RBI explores avenues to park reserves
NEW DELHI/MUMBAI: The Reserve Bank of India (RBI), currently holding record forex reserves of more than $600 billion, is exploring the possibility of investing in top rated foreign corporate bonds to generate higher yields, two people aware of the matter said.
An approval of the plan will mark a shift from the RBI’S current strategy of investing only in gold and sovereign debt, the two said, seeking anonymity.
In its annual report for fiscal 2021, RBI said it will “continue to explore new asset classes, new jurisdictions/markets for deployment of foreign currency assets (FCA) for portfolio diversification and, in the process, tap advice from external experts, if required”.
“Any investment in overseas corporate debt will, however, be in all likelihood a minuscule fraction of the forex reserves RBI holds, which may not have a major bearing on overall yields but it will be a significant milestone,” said one of the two people cited above.
The Economic Times reported on June 10 that the RBI is looking to engage external investment managers to manage a part of its record $600 billion forex reserves, reviving a system which was stopped a few years ago.

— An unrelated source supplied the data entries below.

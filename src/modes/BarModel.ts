import type { LineHole } from '../fe/BeamLine.ts';
import type { Material, MaterialElasticity } from '../material/Material.ts';
import type { GrainOrientation } from '../material/orthotropicStiffness.ts';
import { orthotropicFromGPa } from '../material/solidElasticity.ts';
import { InputError } from '../fileFormats/InputError.ts';
import { ringAngleDegrees, type BarFileGrain } from '../fileFormats/barFileMaterial.ts';
import { isWoodMaterial, resolveWoodConstants, verticalShearOf } from '../fileFormats/woodConstants.ts';
import { findMaterialPreset } from '../material/materialPresets.ts';
import type { BarFile, BarFileMaterial, BarFileSection } from '../fileFormats/barFile.ts';
import { sectionDepth, type Section } from '../section/Section.ts';
import { thicknessAt, uniformProfile, type ThicknessProfile } from '../section/ThicknessProfile.ts';
import { millimetre as mm, gigapascal as GPa } from '../units/units.ts';

/** A bar in SI units, ready for the solver: length (m), section, thickness profile, material. */
export interface BarModel {
  readonly length: number;
  readonly section: Section;
  /** Thickness profile (m); uniform for round sections (where the thickness is the diameter). */
  readonly profile: ThicknessProfile;
  readonly material: Material;
  /** Cord holes drilled across the width (rect only; m, see LineHole); absent means none. */
  readonly holes?: readonly LineHole[];
}

/** The section of a bar file in SI. */
export function sectionFromFile(section: BarFileSection): Section {
  switch (section.shape) {
    case 'rect':
      return { shape: 'rect', width: section.width_mm * mm, thickness: section.thickness_mm * mm };
    case 'round':
      return { shape: 'round', diameter: section.diameter_mm * mm };
    case 'tube':
      return { shape: 'tube', outerDiameter: section.outer_diameter_mm * mm, wall: section.wall_mm * mm };
  }
}

/**
 * The material of a bar file in SI: a preset by name, or explicit E, ρ and G (or ν, giving the
 * isotropic G = E/(2(1+ν))); ν defaults to 0.3 (contract). With it, the 3D elastic law for the
 * solid model (`elasticity`): metals and materials with E/G ≤ 3 isotropic; woods orthotropic
 * with their grain (default radial), constants not given filled by the bar file's rules
 * (resolveWoodConstants). For wood the beam's G is the vertical plane's shear modulus: G_GPa, or
 * from G_LR and G_LT for the grain when the file gives those instead.
 */
export function materialFromFile(material: BarFileMaterial, grain?: BarFileGrain): Material {
  let E: number;
  let density: number;
  let G: number | undefined;
  let poisson: number;
  let elasticity: MaterialElasticity;
  if ('preset' in material) {
    const preset = findMaterialPreset(material.preset);
    if (!preset) throw new Error(`internal: unknown preset ${material.preset} (parseBarFile should have caught it)`);
    E = preset.E_GPa * GPa;
    density = preset.density_kg_m3;
    poisson = preset.poisson;
    G = preset.G_GPa === undefined ? undefined : preset.G_GPa * GPa;
    if (preset.orthotropic) {
      const set = preset.orthotropic;
      G = verticalShearOf(set, grain) * GPa;
      elasticity = { kind: 'orthotropic', constants: orthotropicFromGPa(set), grain: grainOrientation(grain), assumed: [] };
    } else {
      elasticity = { kind: 'isotropic', youngModulus: E, poisson, assumed: [] };
    }
  } else {
    E = material.E_GPa * GPa;
    density = material.density_kg_m3;
    poisson = material.poisson ?? 0.3;
    G = material.G_GPa === undefined ? undefined : material.G_GPa * GPa;
    if (isWoodMaterial(material, grain)) {
      const resolved = resolveWoodConstants(material, grain);
      if ('rule' in resolved) throw new InputError('bar', resolved.field, resolved.rule);
      const set = resolved.constants;
      G ??= verticalShearOf(set, grain) * GPa;
      elasticity = { kind: 'orthotropic', constants: orthotropicFromGPa(set), grain: grainOrientation(grain), assumed: resolved.assumed };
    } else {
      const isotropicPoisson = material.poisson ?? (G === undefined ? 0.3 : E / (2 * G) - 1);
      elasticity = { kind: 'isotropic', youngModulus: E, poisson: isotropicPoisson, assumed: material.poisson === undefined && G === undefined ? ['poisson'] : [] };
    }
  }
  const shearModulus = G ?? E / (2 * (1 + poisson));
  return material.shear_coefficient === undefined
    ? { youngModulus: E, shearModulus, density, poisson, elasticity }
    : { youngModulus: E, shearModulus, density, poisson, shearCoefficient: material.shear_coefficient, elasticity };
}

/** The grain of a bar file as a ring angle in radians. */
export function grainOrientation(grain: BarFileGrain | undefined): GrainOrientation {
  return { ringAngle: (ringAngleDegrees(grain) * Math.PI) / 180 };
}

/** Converts a validated bar file (mm, GPa) to a BarModel (SI). */
export function barModelFromFile(bar: BarFile): BarModel {
  const length = bar.length_mm * mm;
  const section = sectionFromFile(bar.section);
  let profile: ThicknessProfile;
  if (section.shape === 'rect' && bar.profile_mm && bar.profile_mm.length >= 2) {
    profile = {
      positions: Float64Array.from(bar.profile_mm, ([x]) => x * mm),
      thicknesses: Float64Array.from(bar.profile_mm, ([, t]) => t * mm),
    };
  } else {
    profile = uniformProfile(length, sectionDepth(section));
  }
  const model: BarModel = { length, section, profile, material: materialFromFile(bar.material, bar.grain) };
  return bar.holes && bar.holes.length > 0 && section.shape === 'rect' ? { ...model, holes: bar.holes.map((hole) => lineHoleFromFile(hole, profile)) } : model;
}

/**
 * A bar file's cord hole in SI for the solver: centre and radius, and the depth of its centre
 * below the flat top — the thickness there less its height above the underside (`z_mm`, default
 * half the thickness at the hole's centre: drilled through the middle).
 */
export function lineHoleFromFile(hole: { x_mm: number; diameter_mm: number; z_mm?: number }, profile: ThicknessProfile): LineHole {
  const position = hole.x_mm * mm;
  const thickness = thicknessAt(profile, position);
  const height = hole.z_mm === undefined ? thickness / 2 : hole.z_mm * mm;
  return { position, radius: (hole.diameter_mm * mm) / 2, depthBelowTop: thickness - height };
}
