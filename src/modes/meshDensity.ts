import type { BeamTheory } from '../fe/beamElementType.ts';

/**
 * Automatic mesh density: the target number of elements along the bar so that bending modes up
 * to `highestMode` are converged, measured on uniform and deeply undercut wooden bars (see
 * test/solver): Timoshenko elements (θ quartic, w quintic, error O(h⁸)) need 2·(n+1) elements
 * for under 0.001 cent on mode 4; Euler–Bernoulli Hermite cubics (error O(h⁴)) need 8·(n+2) for
 * under 0.01 cent. Profile stations add nodes on top of this (buildMesh).
 */
export function meshDensity(highestMode: number, theory: BeamTheory = 'timoshenko'): number {
  return theory === 'timoshenko' ? Math.max(8, Math.ceil(2 * (highestMode + 1))) : Math.max(24, Math.ceil(8 * (highestMode + 2)));
}
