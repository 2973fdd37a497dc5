import { hexahedronTable } from '../fe/solid/hexahedronBasis.ts';
import { elementEnergyDerivatives } from '../fe/solid/solidShapeDerivative.ts';
import { profileInterval } from '../section/ThicknessProfile.ts';
import type { SolidPartSolution } from './solidBarModes.ts';

/**
 * The exact derivatives dλ/dt_j of a solid mode's eigenvalue λ = ω² (rad²/s² per metre) with
 * respect to the thickness t_j at every profile station j, the top staying flat: moving t_j moves
 * the mesh's nodes by z′ = −h_j(x)·(1 − s) (h_j the station's hat function, s the node's height
 * fraction above the underside), and dλ = φᵀ(∂K − λ∂M)φ is summed element by element from
 * elementEnergyDerivatives (φ M-normalised on its part). The derivative of the discrete
 * eigenvalue on this mesh, as the line model's bendingSensitivities; df/dt = dλ/dt / (8π²f).
 * Cost: one pass over the elements per mode, far below a solve.
 */
export function solidThicknessSensitivities(solution: SolidPartSolution, vectorIndex: number): Float64Array {
  const { system } = solution;
  const { mesh } = system;
  const profile = mesh.geometry.profile;
  const stations = profile.positions;
  const result = new Float64Array(stations.length);
  const eigenvalue = solution.eigenvalues[vectorIndex]!;
  const vector = solution.vectors[vectorIndex]!;
  const n = mesh.element.nodeCount;
  const table = hexahedronTable(mesh.element);
  const nK = mesh.latticeShape[2];
  const coordinates = new Float64Array(3 * n);
  const displacement = new Float64Array(3 * n);
  const velocities = [new Float64Array(3 * n), new Float64Array(3 * n)];
  const stiffnessRate = new Float64Array(2);
  const massRate = new Float64Array(2);
  const { density, stiffness } = system.material;
  for (let e = 0; e < mesh.elementCount; e++) {
    let xMin = Infinity;
    let xMax = -Infinity;
    for (let a = 0; a < n; a++) {
      const node = mesh.connectivity[e * n + a]!;
      for (let c = 0; c < 3; c++) {
        coordinates[3 * a + c] = mesh.coordinates[3 * node + c]!;
        const dof = system.nodeDofs[3 * node + c]!;
        displacement[3 * a + c] = dof < 0 ? 0 : vector[dof]!;
      }
      xMin = Math.min(xMin, coordinates[3 * a]!);
      xMax = Math.max(xMax, coordinates[3 * a]!);
    }
    // The element lies in one station interval [p_k, p_k+1]: only t_k and t_k+1 move its nodes.
    const k = profileInterval(profile, 0.5 * (xMin + xMax));
    const left = stations[k]!;
    const span = stations[k + 1]! - left;
    for (let a = 0; a < n; a++) {
      const node = mesh.connectivity[e * n + a]!;
      const s = mesh.lattice[3 * node + 2]! / (nK - 1);
      const right = (coordinates[3 * a]! - left) / span;
      velocities[0]![3 * a + 2] = -(1 - right) * (1 - s);
      velocities[1]![3 * a + 2] = -right * (1 - s);
    }
    elementEnergyDerivatives(table, coordinates, displacement, velocities, stiffness, density, stiffnessRate, massRate);
    result[k]! += stiffnessRate[0]! - eigenvalue * massRate[0]!;
    result[k + 1]! += stiffnessRate[1]! - eigenvalue * massRate[1]!;
  }
  return result;
}
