import { bendingDofLayout, elementOffset } from '../fe/assembleBending.ts';
import { lagrangeBasis } from '../fe/lagrangeBasis.ts';
import type { BendingSolution } from './solveBending.ts';
import type { TorsionSolution } from './solveTorsion.ts';

/** Index of the mesh element holding x (binary search over node positions). */
export function elementAt(nodes: Float64Array, x: number): number {
  let lo = 0;
  let hi = nodes.length - 2;
  while (lo < hi) {
    const mid = (lo + hi + 1) >> 1;
    if (nodes[mid]! <= x) lo = mid;
    else hi = mid - 1;
  }
  return lo;
}

/** Reusable per-element-type arrays (four of localDofs) for the field evaluators below. */
const scratchByType = new WeakMap<object, Float64Array[]>();

function scratchFor(element: { readonly localDofs: number }): Float64Array[] {
  let scratch = scratchByType.get(element);
  if (!scratch) {
    scratch = [0, 1, 2, 3].map(() => new Float64Array(element.localDofs));
    scratchByType.set(element, scratch);
  }
  return scratch;
}

/**
 * Deflection w (m per unit modal mass), rotation θ, curvature dθ/dx and shear strain of bending
 * mode `mode` (0-based) at x (m), interpolated with the element's own shape functions.
 */
export function bendingFieldsAt(solution: BendingSolution, mode: number, x: number): { deflection: number; rotation: number; curvature: number; shear: number } {
  const { nodes, element } = solution.system;
  const [nw, nt, bb, bs] = scratchFor(element) as [Float64Array, Float64Array, Float64Array, Float64Array];
  const e = elementAt(nodes, x);
  const h = nodes[e + 1]! - nodes[e]!;
  element.evaluate((x - nodes[e]!) / h, h, nw, nt, bb, bs);
  const u = solution.vectors[mode]!;
  const offset = elementOffset(solution.system, e);
  let deflection = 0;
  let rotation = 0;
  let curvature = 0;
  let shear = 0;
  for (let a = 0; a < element.localDofs; a++) {
    const value = u[offset + a]!;
    deflection += nw[a]! * value;
    rotation += nt[a]! * value;
    curvature += bb[a]! * value;
    shear += bs[a]! * value;
  }
  return { deflection, rotation, curvature, shear };
}

const layoutBySystem = new WeakMap<object, { kind: Uint8Array; position: Float64Array }>();

/** Deflection w alone of bending mode `mode` (0-based) at x (m): bendingFieldsAt's first field, cheaper. */
export function bendingDeflectionAt(solution: BendingSolution, mode: number, x: number): number {
  const { nodes, element } = solution.system;
  const deflectionScratch = scratchFor(element)[0]!;
  const e = elementAt(nodes, x);
  const h = nodes[e + 1]! - nodes[e]!;
  element.evaluateDeflection((x - nodes[e]!) / h, h, deflectionScratch);
  const u = solution.vectors[mode]!;
  const offset = elementOffset(solution.system, e);
  let deflection = 0;
  for (let a = 0; a < element.localDofs; a++) deflection += deflectionScratch[a]! * u[offset + a]!;
  return deflection;
}


/** Twist ψ and its slope dψ/dx of torsion mode `mode` (0-based) at x (m), with the element's own basis. */
export function torsionFieldsAt(solution: TorsionSolution, mode: number, x: number): { twist: number; slope: number } {
  const { nodes, element } = solution.system;
  const [twistValues, twistSlopes] = scratchFor(element) as [Float64Array, Float64Array];
  const e = elementAt(nodes, x);
  const h = nodes[e + 1]! - nodes[e]!;
  lagrangeBasis(element.points, (x - nodes[e]!) / h, twistValues, twistSlopes);
  const u = solution.vectors[mode]!;
  const offset = element.degree * e;
  let twist = 0;
  let slope = 0;
  for (let a = 0; a < element.localDofs; a++) {
    twist += twistValues[a]! * u[offset + a]!;
    slope += (twistSlopes[a]! / h) * u[offset + a]!;
  }
  return { twist, slope };
}

/**
 * A mode's displacement sampled at `count` evenly spaced points (m), scaled so the largest
 * magnitude is 1: for plotting. `valueAt` gives the unscaled field.
 */
export function sampleShape(length: number, count: number, valueAt: (x: number) => number): { x: Float64Array; value: Float64Array } {
  const x = new Float64Array(count);
  const value = new Float64Array(count);
  let largest = 0;
  for (let i = 0; i < count; i++) {
    x[i] = (length * i) / (count - 1);
    value[i] = valueAt(x[i]!);
    largest = Math.max(largest, Math.abs(value[i]!));
  }
  if (largest > 0) for (let i = 0; i < count; i++) value[i]! /= largest;
  return { x, value };
}

/**
 * Zero crossings (m) of a field along the mesh: sampled `perElement` times per mesh element,
 * each sign change refined by the Illinois variant of false position (Dowell & Jarratt, BIT 11
 * (1971) 168) on the interpolated field, to 1e-9 of the bar's length.
 */
export function zeroCrossings(nodes: Float64Array, valueAt: (x: number) => number, perElement = 2): number[] {
  const crossings: number[] = [];
  const tolerance = 1e-9 * nodes[nodes.length - 1]!;
  let previousX = nodes[0]!;
  let previousValue = valueAt(previousX);
  for (let e = 0; e + 1 < nodes.length; e++) {
    for (let s = 1; s <= perElement; s++) {
      const x = nodes[e]! + ((nodes[e + 1]! - nodes[e]!) * s) / perElement;
      const value = valueAt(x);
      if (value === 0) crossings.push(x);
      else if (previousValue * value < 0) crossings.push(refineRoot(valueAt, previousX, previousValue, x, value, tolerance));
      previousX = x;
      previousValue = value;
    }
  }
  return crossings;
}

function refineRoot(f: (x: number) => number, a: number, fa: number, b: number, fb: number, tolerance: number): number {
  for (let iteration = 0; iteration < 100 && Math.abs(b - a) > tolerance; iteration++) {
    const c = b - (fb * (b - a)) / (fb - fa);
    const fc = f(c);
    if (fc === 0) return c;
    if (fc * fb < 0) {
      a = b;
      fa = fb;
    } else {
      fa /= 2;
    }
    b = c;
    fb = fc;
  }
  return b;
}

/**
 * Node positions (m) of bending mode `mode` (0-based): sign changes of the deflection dofs
 * (every element's w values at its interpolation points, in order along the bar), each refined
 * on the element's own interpolant by zeroCrossings' root finder.
 */
export function bendingNodePositions(solution: BendingSolution, mode: number): number[] {
  let layout = layoutBySystem.get(solution.system);
  if (!layout) {
    layout = bendingDofLayout(solution.system);
    layoutBySystem.set(solution.system, layout);
  }
  const { kind, position } = layout;
  const u = solution.vectors[mode]!;
  const length = solution.line.length;
  const valueAt = (x: number) => bendingDeflectionAt(solution, mode, x);
  const crossings: number[] = [];
  let previousX = Number.NaN;
  let previousValue = 0;
  for (let i = 0; i < kind.length; i++) {
    if (kind[i] !== 0) continue;
    const x = position[i]!;
    const value = u[i]!;
    if (!Number.isNaN(previousX)) {
      if (value === 0) crossings.push(x);
      else if (previousValue * value < 0) crossings.push(refineRoot(valueAt, previousX, previousValue, x, value, 1e-9 * length));
    }
    previousX = x;
    previousValue = value;
  }
  return crossings;
}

The investment managers will look to boost yields on the reserves fund as rates have hit record lows globally.
The report said select global institutions have reached out to the RBI to manage the corpus that now amounts to about a fifth of India’s gross domestic product.
Former RBI officials claim the central bank used to hire investment managers from global institutions and professional managers to manage a small portion of its corpus. These managers invested in instruments as prescribed in the RBI Act.
According to Section 17 A of the RBI Act, forex reserves can be invested only in deposits with the Bank for International Settlements and other central banks, deposits with foreign commercial banks and debt instruments representing sovereign or sovereign-guaranteed liability of not more than 10 years of residual maturity. “The idea was to give a benchmark and to see how we performed against it. We used to give only $10 million in 1995. They were not allowed to invest in anything else other than government bonds. But you cannot compare managing $10 million as against $600 billion,” a former RBI official said.
A second RBI official said, “these managers handled the money, and investments used to happen abroad. It used to happen earlier and then it stopped”.
“When we compared the performance, the return from our external managers’ portfolio after adjusting for the fees, we didn’t see much of a difference,” the official said.